今さら聞けない……毎年もらう「住民税決定通知書」の見方を解説 (1/3ページ)
今回のお悩み「毎年もらう住民税決定通知書。見方がよく分からない!」
毎年5月~6月に住民税決定通知書をもらいますが、正直なところ、見方がよく分かりません。どこをどう確認したら良いのですか?(20代/企画職)
■住民税決定通知書に書かれていること
住民税(個人住民税)は昨年度の所得で決まる「所得割」と、定額で課税される「均等割」があります。所得には、会社からもらうお給料の他、不動産を貸している方は不動産所得、退職により勤務先から受ける退職手当といった退職所得などが含まれます。

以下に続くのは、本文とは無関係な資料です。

import { describe, expect, it } from 'vitest';
import { createReference, createSimulation, type Setup } from '../../solver/index.ts';
import { cornerSolids, fieldValues, MILD_PAIR, randomState, SIDE_KINDS } from './boxes.ts';

const RHEOLOGY = { consistency: 0.002, index: 0.5, yieldStress: 1e-4, least: 1e-3 };

const boxOf = (nx: number, ny: number, sides: Setup['sides'], precision: 'f32' | 'f64' = 'f64'): Setup => ({
  ...{ nx, ny, sides, precision, speedLimit: 10, force: { x: 1e-5, y: -2e-5 } },
  liquid: { ...MILD_PAIR.liquid, rheology: RHEOLOGY },
  solid: cornerSolids(nx, ny),
  initial: randomState(nx, ny, 1000 * nx + ny),
});

const farthest = (a: number[], b: number[]): number => a.reduce((most, value, i) => Math.max(most, Math.abs(value - b[i])), 0);

describe('a liquid alone whose viscosity depends on its shear', () => {
  // 30 steps, three renewals. Seen: 3.5e-17 and 2.3e-7 of speeds and pressures up to 0.03
  it.each([
    ['f64', 3e-16],
    ['f32', 2e-6],
  ] as const)('is the same in the kernel and in the plain reference, in %s', async (precision, limit) => {
    let most = 0;
    for (const sides of Object.values(SIDE_KINDS)) {
      for (const nx of [1, 2, 3, 4, 5, 9, 33]) {
        for (const ny of [1, 8]) {
          const setup = boxOf(nx, ny, sides, precision);
          const [plain, kernel] = [createReference(setup), await createSimulation(setup)];
          for (const s of [plain, kernel]) expect(s.advance(30, 3)).toEqual({ kind: 'ok', step: 30 });
          most = Math.max(most, farthest(fieldValues(plain), fieldValues(kernel)));
          const [a, b] = [plain.takeSamples(), kernel.takeSamples()];
          for (const side of ['left', 'right'] as const) {
            for (let n = 0; n < 10; n++)
              for (let x = 0; x < nx; x++) most = Math.max(most, Math.abs(a.shear[side].get(n, x) - b.shear[side].get(n, x)));
          }
        }
      }
    }
    expect(most).toBeLessThan(limit);
    expect(most).toBeGreaterThan(0);
  });

  it('flows otherwise than one of the viscosity it starts with', async () => {
    const setup = boxOf(33, 8, SIDE_KINDS['walls left and right, periodic ends']);
    const [thins, stays] = [await createSimulation(setup), await createSimulation({ ...setup, liquid: MILD_PAIR.liquid })];
    for (const s of [thins, stays]) s.advance(7);
    expect(fieldValues(thins)).toEqual(fieldValues(stays));
    for (const s of [thins, stays]) s.advance(8);
    expect(farthest(fieldValues(thins), fieldValues(stays))).toBeGreaterThan(1e-4);
  });

  it.each(['kernel', 'reference'])('goes on from a saved image bit for bit, wherever calls end (%s)', async (which) => {
    const setup = boxOf(33, 8, SIDE_KINDS['walls left and right, periodic ends'], 'f32');
    const make = async () => (which === 'kernel' ? createSimulation(setup) : createReference(setup));
    const [whole, first, second] = [await make(), await make(), await make()];
    whole.advance(50);
    first.advance(13);
    second.restore(first.save());
    for (const steps of [3, 1, 20, 13]) second.advance(steps);
    expect(fieldValues(second)).toEqual(fieldValues(whole));
  });

  it('is stopped, not trapped, where the flow is lost', async () => {
    const fast: Setup = { ...boxOf(33, 8, SIDE_KINDS['periodic all round']), force: { x: 1e300, y: 0 }, speedLimit: Number.MAX_VALUE };
    const kernel = await createSimulation(fast);
    expect(kernel.advance(100).kind).toBe('nonFinite');
  });
});
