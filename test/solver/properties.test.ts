import fc from 'fast-check';
import { describe, expect, it } from 'vitest';
import { createReference, createSimulation, type Setup, type Simulation } from '../../solver/index.ts';
import { fieldValues, MILD_PAIR, randomState, roundBubble, SIDE_KINDS } from './boxes.ts';

const PERIODIC = SIDE_KINDS['periodic all round'];
const CLOSED = SIDE_KINDS['walls all round'];
const { liquid, gas, surfaceTension } = MILD_PAIR;

/** Boxes of odd and even lengths, below and above whole groups of lanes, and a seed of their random state. */
const anyBox = fc.record({ nx: fc.integer({ min: 1, max: 21 }), ny: fc.integer({ min: 1, max: 9 }), seed: fc.nat(1e6) });

function sum(simulation: Simulation, term: (x: number, y: number) => number): number {
  const { nx, ny, solid } = simulation.setup;
  let total = 0;
  for (let y = 0; y < ny; y++) {
    for (let x = 0; x < nx; x++) if (!solid?.[y * nx + x]) total += term(x, y);
  }
  return total;
}

const density = ({ setup, phi }: Simulation, x: number, y: number): number => {
  const rhoGas = (setup.gas ?? setup.liquid).density;
  return rhoGas + phi.get(x, y) * (setup.liquid.density - rhoGas);
};
const mass = (s: Simulation): number => sum(s, (x, y) => density(s, x, y));
const momentum = (s: Simulation): { x: number; y: number } => ({
  x: sum(s, (x, y) => density(s, x, y) * s.ux.get(x, y)),
  y: sum(s, (x, y) => density(s, x, y) * s.uy.get(x, y)),
});
const gasArea = (s: Simulation): number => sum(s, (x, y) => 1 - s.phi.get(x, y));

describe('gas and liquid are neither made nor lost', () => {
  it.each(['periodic all round', 'walls all round', 'slip all round', 'wall, slip, moving and wall'])(
    'in a box with %s, to round-off in f64',
    async (sides) => {
      await fc.assert(
        fc.asyncProperty(anyBox, async ({ nx, ny, seed }) => {
          const setup: Setup = {
            nx,
            ny,
            sides: SIDE_KINDS[sides],
            liquid,
            gas,
            surfaceTension,
            initial: randomState(nx, ny, seed),
            precision: 'f64',
          };
          const s = await createSimulation({ ...setup, contactAngle: 1.2, gravity: { x: -1e-4, y: 2e-5 } });
          const before = { gas: gasArea(s), mass: mass(s) };
          expect(s.advance(50).kind).toBe('ok');
          // seen 1e-15 of the area of the box
          expect(Math.abs(gasArea(s) - before.gas) / (nx * ny)).toBeLessThan(1e-14);
          expect(Math.abs(mass(s) - before.mass) / (nx * ny)).toBeLessThan(1e-14);
          expect(Math.abs(s.totals().gasArea - gasArea(s)) / (nx * ny)).toBeLessThan(1e-14);
        }),
        { numRuns: 25, seed: 1 },
      );
    },
  );

  it('around solid cells that touch walls and ends, to round-off in f64', async () => {
    const [nx, ny] = [24, 16];
    const solid = new Uint8Array(nx * ny);
    for (const [x, y] of [
      [3, 0],
      [3, 1],
      [4, 2],
      [0, 8],
      [23, 8],
      [23, 9],
      [12, 15],
      [12, 14],
      [13, 13],
    ])
      solid[y * nx + x] = 1;
    const initial = randomState(nx, ny, 5);
    const s = await createSimulation({
      nx,
      ny,
      sides: { ...CLOSED, bottom: 'periodic', top: 'periodic' },
      liquid,
      gas,
      surfaceTension,
      solid,
      initial,
      precision: 'f64',
    });
    const before = gasArea(s);
    expect(s.advance(200).kind).toBe('ok');
    expect(Math.abs(gasArea(s) - before) / (nx * ny)).toBeLessThan(1e-14);
  });

  it('says the gas area before the first step, after gas is placed and after a step alike', async () => {
    const setup: Setup = {
      nx: 30,
      ny: 30,
      sides: PERIODIC,
      liquid,
      gas,
      surfaceTension,
      initial: { phi: roundBubble(14, 14, 6) },
      precision: 'f64',
    };
    for (const s of [createReference(setup), await createSimulation(setup)]) {
      const first = gasArea(s);
      expect(first).toBeGreaterThan(100);
      expect(s.totals().gasArea).toBeCloseTo(first, 9);
      const added = s.placeGas({ x: 2, y: 28, radius: 4 });
      expect(s.totals().gasArea).toBeCloseTo(first + added, 9);
      s.advance(1);
      expect(s.totals().gasArea).toBeCloseTo(first + added, 9);
    }
  });

  it('takes out what it says it skimmed', async () => {
    const skim = Float64Array.from({ length: 32 }, (_, x) => (x >= 24 ? 0.02 : 0));
    const s = await createSimulation({
      nx: 32,
      ny: 24,
      sides: PERIODIC,
      liquid,
      gas,
      surfaceTension,
      skim,
      initial: { phi: roundBubble(24, 12, 7) },
      precision: 'f64',
    });
    const before = gasArea(s);
    expect(s.advance(100).kind).toBe('ok');
    expect(s.totals().skimmed).toBeGreaterThan(0.2 * before);
    expect(s.totals().gasArea + s.totals().skimmed).toBeCloseTo(before, 10);
  });
});

describe('momentum is neither made nor lost in a periodic box', () => {
  it('of one phase, to round-off in f64', async () => {
    await fc.assert(
      fc.asyncProperty(anyBox, async ({ nx, ny, seed }) => {
        const s = await createSimulation({ nx, ny, sides: PERIODIC, liquid, initial: randomState(nx, ny, seed), precision: 'f64' });
        const before = momentum(s);
        expect(s.advance(50).kind).toBe('ok');
        const after = momentum(s);
        // seen 1e-17 a cell, of speeds up to 0.025
        expect(Math.abs(after.x - before.x) / (nx * ny)).toBeLessThan(1e-16);
        expect(Math.abs(after.y - before.y) / (nx * ny)).toBeLessThan(1e-16);
      }),
      { numRuns: 25, seed: 2 },
    );
  });

  it('of one phase pushed by a force: it grows by force times cells in every step', async () => {
    const force = { x: 2e-6, y: -3e-6 };
    const s = await createSimulation({ nx: 9, ny: 5, sides: PERIODIC, liquid, force, initial: randomState(9, 5, 3), precision: 'f64' });
    s.advance(1);
    const before = momentum(s);
    s.advance(100);
    const after = momentum(s);
    expect(after.x - before.x).toBeCloseTo(100 * 45 * force.x, 14);
    expect(after.y - before.y).toBeCloseTo(100 * 45 * force.y, 14);
  });

  it('of two phases of one density without surface tension, to round-off in f64, however the phases lie', async () => {
    await fc.assert(
      fc.asyncProperty(anyBox, async ({ nx, ny, seed }) => {
        const s = await createSimulation({
          nx,
          ny,
          sides: PERIODIC,
          liquid,
          gas: { ...gas, density: liquid.density },
          surfaceTension: 0,
          initial: randomState(nx, ny, seed),
          precision: 'f64',
        });
        const before = momentum(s);
        expect(s.advance(50).kind).toBe('ok');
        const after = momentum(s);
        expect(Math.abs(after.x - before.x) / (nx * ny)).toBeLessThan(1e-15);
        expect(Math.abs(after.y - before.y) / (nx * ny)).toBeLessThan(1e-15);
      }),
      { numRuns: 25, seed: 3 },
    );
  });

  it('of two phases with surface tension, but for what mu grad(phi) leaves on the grid', async () => {
    // mu grad(phi) is no difference of fluxes on a grid: it drags a bubble that moves across the cells. Seen: 1 % in 2000 steps
    // (40 cells of way), in proportion to sigma and to the speed
    const initial = { phi: roundBubble(23.3, 24.4, 12), velocity: () => ({ x: 0.02, y: 0.01 }) };
    const s = await createSimulation({ nx: 48, ny: 48, sides: PERIODIC, liquid, gas, surfaceTension, initial, precision: 'f64' });
    const before = momentum(s);
    expect(s.advance(2000).kind).toBe('ok');
    const after = momentum(s);
    expect(Math.abs(after.x / before.x - 1)).toBeLessThan(0.02);
    expect(Math.abs(after.y / before.y - 1)).toBeLessThan(0.02);
  });
});

describe('a periodic shift', () => {
  // f32: the sums of a cell must not depend on its place among the lanes or on the padding
  it.each([1, 2, 3, 4])('by %i cells along or across commutes with ten steps, bit for bit in f32', async (shift) => {
    for (const [nx, ny] of [
      [13, 6],
      [16, 5],
      [3, 7],
    ]) {
      for (const twoPhase of [false, true]) {
        const initial = randomState(nx, ny, 7);
        const setup: Setup = {
          nx,
          ny,
          sides: PERIODIC,
          liquid,
          initial,
          force: { x: 1e-5, y: 2e-5 },
          ...(twoPhase ? { gas, surfaceTension } : {}),
        };
        const plain = await createSimulation(setup);
        plain.advance(10);
        for (const [sx, sy] of [
          [shift, 0],
          [0, shift],
          [shift, shift],
        ]) {
          const from = (x: number, y: number): [number, number] => [(x + nx * shift - sx) % nx, (y + ny * shift - sy) % ny];
          const shifted = await createSimulation({
            ...setup,
            initial: {
              phi: (x, y) => initial.phi?.(...from(x, y)) ?? 1,
              velocity: (x, y) => initial.velocity?.(...from(x, y)) ?? { x: 0, y: 0 },
              pressure: (x, y) => initial.pressure?.(...from(x, y)) ?? 0,
            },
          });
          shifted.advance(10);
          for (const name of ['phi', 'ux', 'uy', 'pressure'] as const) {
            for (let y = 0; y < ny; y++) {
              for (let x = 0; x < nx; x++) {
                if (shifted[name].get(x, y) !== plain[name].get(...from(x, y)))
                  expect.fail(`${name} of ${x}, ${y} in ${nx} x ${ny} shifted by ${sx}, ${sy}`);
              }
            }
          }
        }
        expect(Math.abs(plain.ux.get(1, 1))).toBeGreaterThan(1e-8);
      }
    }
  });
});

describe('a run in parts', () => {
  const setup: Setup = {
    nx: 37,
    ny: 12,
    sides: SIDE_KINDS['walls left and right, periodic ends'],
    liquid,
    gas,
    surfaceTension,
    contactAngle: 1,
    gravity: { x: -1e-4, y: 2e-5 },
    drive: { kind: 'upflow', target: 0.01 },
    skim: Float64Array.from({ length: 37 }, (_, x) => (x > 30 ? 0.01 : 0)),
    initial: { phi: roundBubble(15, 6, 4) },
  };
  const makers = { kernel: createSimulation, reference: async (s: Setup) => createReference(s) };
  const samplesOf = (s: Simulation) => {
    const { steps, shear, phi, upflow, gasArea: area, skimmed } = s.takeSamples();
    return [steps, shear.left.data, shear.right.data, phi.left.data, upflow, area, skimmed].map((part) =>
      Array.from(part as ArrayLike<number>),
    );
  };

  for (const [name, make] of Object.entries(makers)) {
    it(`of 3 and 7 steps gives the same bits as 10 at once, samples included (${name})`, async () => {
      const [whole, parts] = [await make(setup), await make(setup)];
      whole.advance(10, 2);
      parts.advance(3, 2);
      parts.advance(7, 2);
      expect(fieldValues(parts)).toEqual(fieldValues(whole));
      expect(samplesOf(parts)).toEqual(samplesOf(whole));
      expect(parts.totals()).toEqual(whole.totals());
      expect(parts.step).toBe(10);
    });

    it(`gives the same sample whether or not the steps before it were sampled (${name})`, async () => {
      const [whole, parts] = [await make(setup), await make(setup)];
      whole.advance(10, 5);
      parts.advance(9);
      parts.advance(1, 10);
      const last = whole.takeSamples();
      const only = parts.takeSamples();
      expect(Array.from(only.steps)).toEqual([10]);
      for (const side of ['left', 'right'] as const) {
        for (let x = 0; x < setup.nx; x++) {
          expect(only.shear[side].get(0, x)).toBe(last.shear[side].get(1, x));
          expect(only.phi[side].get(0, x)).toBe(last.phi[side].get(1, x));
        }
      }
    });

    it(`goes on from a saved image bit for bit, in place and in a fresh simulation (${name})`, async () => {
      const first = await make(setup);
      first.advance(23);
      const image = first.save();
      const saved = fieldValues(first);
      first.advance(31, 5);
      const [end, samples, totals] = [fieldValues(first), samplesOf(first), first.totals()];
      const fresh = await make(setup);
      for (const s of [first, fresh]) {
        s.restore(image);
        expect(s.step).toBe(23);
        expect(fieldValues(s)).toEqual(saved);
        s.placeGas({ x: 3, y: 6, radius: 3 });
        s.advance(1);
        s.restore(image);
        s.advance(31, 5);
        expect(fieldValues(s)).toEqual(end);
        expect(samplesOf(s)).toEqual(samples);
        expect(s.totals()).toEqual(totals);
      }
      expect(end).not.toEqual(saved);
    });

    it(`refuses the image of another box and names both sizes (${name})`, async () => {
      const image = (await make({ ...setup, nx: 20, skim: new Float64Array(20), ny: 200 })).save();
      const s = await make({ ...setup, ny: 2000 });
      expect(() => s.restore(image)).toThrow(RangeError);
      expect(() => s.restore(image)).toThrow(/^restore: image holds \d+ (numbers|bytes); this box needs \d+$/);
    });

    it(`does nothing in zero steps (${name})`, async () => {
      const s = await make(setup);
      const before = fieldValues(s);
      expect(s.advance(0)).toEqual({ kind: 'ok', step: 0 });
      expect(fieldValues(s)).toEqual(before);
    });
  }

  it('keeps more samples than the kernel has room for at once', async () => {
    // 4 MiB of room hold 7048 samples of a box 37 cells long
    const s = await createSimulation({ ...setup, ny: 2, gravity: { x: 0, y: 0 }, drive: { kind: 'loss', coefficient: 1 }, initial: {} });
    s.advance(9000, 1);
    const { steps } = s.takeSamples();
    expect(steps.length).toBe(9000);
    expect(steps.every((step, n) => step === n + 1)).toBe(true);
  });
});
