import { expect, it } from 'vitest';
import * as header from '../../solver/header.ts';

it('gives every entry of the header a place of its own, inside the header', () => {
  const { VERSION: _, HEADER_BYTES, ...entries } = header;
  const places = Object.values(entries);
  expect(new Set(places).size).toBe(places.length);
  expect(Math.max(...places)).toBeLessThan(HEADER_BYTES / 8);
});
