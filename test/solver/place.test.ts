import { describe, expect, it } from 'vitest';
import { createReference, createSimulation, type Setup } from '../../solver/index.ts';

/** Liquid under a pressure that rises across the box, as beside a vortex; gravity along -x. */
const SETUP: Setup = {
  ...{ nx: 64, ny: 48, liquid: { density: 1, viscosity: 0.01 }, gas: { density: 1 / 829, viscosity: 1e-4 }, precision: 'f64' },
  sides: { left: 'wall', right: 'wall', bottom: 'periodic', top: 'periodic' },
  ...{ surfaceTension: 0.002, gravity: { x: -8e-6, y: 0 } },
  initial: { pressure: (_, y) => 1e-4 * (y - 23.5), velocity: () => ({ x: 0.01, y: -0.005 }) },
};

describe('gas put into liquid', () => {
  it.each([
    ['reference', async () => createReference(SETUP)],
    ['kernel', () => createSimulation(SETUP)],
  ] as const)('bears no pressure gradient but its weight, holds the Laplace pressure, and keeps the velocity (%s)', async (_, make) => {
    const s = await make();
    const added = s.placeGas({ x: 30, y: 23.5, radius: 14 });
    // the tails of the profile hold a little more than the circle
    expect(added / (Math.PI * 14 ** 2)).toBeCloseTo(1, 1);
    expect(s.totals().gasArea).toBeCloseTo(added, 9);
    const across = (s.pressure.get(30, 26) - s.pressure.get(30, 21)) / 5;
    const along = (s.pressure.get(33, 23) - s.pressure.get(27, 23)) / 6;
    // gas of 1/829 keeps that share of what it found; weight: (rho - rhoLiquid) g
    expect(Math.abs(across)).toBeLessThan(2e-6);
    expect(along).toBeCloseTo(8e-6 * (1 - 1 / 829), 7);
    const middle = (s.pressure.get(30, 23) + s.pressure.get(30, 24)) / 2;
    expect(middle / (0.002 / 14)).toBeCloseTo(1, 1);
    expect([s.ux.get(30, 23), s.uy.get(30, 23)]).toEqual([0.01, -0.005]);
  });
});
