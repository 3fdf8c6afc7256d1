import { expect, it } from 'vitest';
import { createSimulation, type Setup, type Simulation } from '../../solver/index.ts';
import { FIELDS, MILD_PAIR, roundBubble } from './boxes.ts';

/** Water and air in lattice units, as in a channel of 8 mm with 80 cells across. */
const PAIR = {
  liquid: { density: 1, viscosity: 6.7e-4 },
  gas: { density: 1.2e-3, viscosity: 1.2e-5 },
  surfaceTension: 3.2e-3,
} as const;

/** Largest difference of each field. */
function differences(a: Simulation, b: Simulation): Record<string, number> {
  const { nx, ny } = a.setup;
  const worst: Record<string, number> = {};
  for (const name of FIELDS) {
    worst[name] = 0;
    for (let y = 0; y < ny; y++) {
      for (let x = 0; x < nx; x++) worst[name] = Math.max(worst[name], Math.abs(a[name].get(x, y) - b[name].get(x, y)));
    }
  }
  return worst;
}

async function both(setup: Setup, steps: number): Promise<{ found: Record<string, number>; tiled: Simulation; whole: Simulation }> {
  const [tiled, whole] = [await createSimulation(setup), await createSimulation({ ...setup, tiles: false })];
  for (const s of [tiled, whole]) expect(s.advance(steps)).toEqual({ kind: 'ok', step: steps });
  return { found: differences(tiled, whole), tiled, whole };
}

/** Differences that are allowed, with what was seen at most beside. phi differs in the liquid, where it is no part of the flow. */
const ALLOWED: Record<string, number> = {
  phi: 1e-2, // 3.3e-3
  ux: 5e-4, // 9.7e-5, at speeds of 0.05 to 0.38
  uy: 5e-4, // 5.6e-5
  pressure: 5e-6, // 6.5e-7
};
/** of the gas: 7e-6 were seen */
const GAS = 5e-5;

async function check(setup: Setup, steps: number): Promise<void> {
  const { found, tiled, whole } = await both(setup, steps);
  for (const name of FIELDS) {
    expect(found[name], name).toBeLessThan(ALLOWED[name]);
    // the same bits would mean that no tile was ever left alone
    expect(found[name]).toBeGreaterThan(0);
  }
  expect(Math.abs(tiled.totals().gasArea / whole.totals().gasArea - 1)).toBeLessThan(GAS);
}

it('follows a bubble at the limit of speed across many tiles as if every tile were active', async () => {
  const setup: Setup = {
    ...{ nx: 320, ny: 96, ...MILD_PAIR, surfaceTension: 0.003, precision: 'f64' },
    gasSpeedLimit: Number.POSITIVE_INFINITY,
    sides: { left: 'periodic', right: 'periodic', bottom: 'periodic', top: 'periodic' },
    // 0.38 of the 0.4 at which a run ends
    initial: { phi: roundBubble(60, 40, 14), velocity: () => ({ x: 0.34, y: 0.17 }) },
  };
  await check(setup, 400);
});

it('gives the flow of a driven channel with a bubble of air as if every tile were active, and makes no gas', async () => {
  const [nx, ny] = [400, 64];
  const setup: Setup = {
    ...{ nx, ny, ...PAIR, soundDamping: 0.01, precision: 'f64' },
    sides: { left: 'wall', right: 'wall', bottom: 'periodic', top: 'periodic' },
    gravity: { x: -4.4e-6, y: -1e-6 },
    drive: { kind: 'loss', coefficient: 1e-4 },
    initial: { phi: roundBubble(100, 30, 14), velocity: (_, y) => ({ x: (0.2 * (y + 0.5) * (ny - 0.5 - y)) / ny ** 2, y: 0 }) },
  };
  await check(setup, 1000);
});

住民税決定通知書のフォーマットは自治体によって異なりますが、書かれている内容は概ね共通しています。自分がどれだけ所得があり、どれだけ住民税を納めているのか、どんな控除を受けているのか、ということが分かります。
◇納付額
納付額は所得割と均等割を合算した金額です。前年の所得に応じて算出され、翌年の6月から1年間で納付する金額が書かれています。この6月頃に来た住民税決定通知書は、昨年の1月から12月までの所得(収入)が反映されたものです。
◇所得
前年のすべての所得金額の合計がまとめて記載されています。
◇所得控除
所得に対して認められている「所得控除」がまとめられており、基礎控除や配偶者控除、扶養控除などの人的控除と、社会保険料控除や医療費控除、寄附金控除、小規模企業共済等掛金控除、生命保険料控除や地震保険などの物的控除の金額が書かれています。
◇摘要
ふるさと納税を含む寄附金税額控除の金額が記載されている場合もあります。
■「控除」って何が引かれているの?
所得控除欄には、前年の所得から控除された各種所得控除とその控除金額が記載されています。
会社員の方であれば年末近くになると、年末調整の書類を複数枚記入したものを経理等へ提出しますよね。その書類から毎月の給与や賞与から差し引かれた、源泉徴収額と本来納めるべき所得税の差分を清算した「年末調整」が行われます。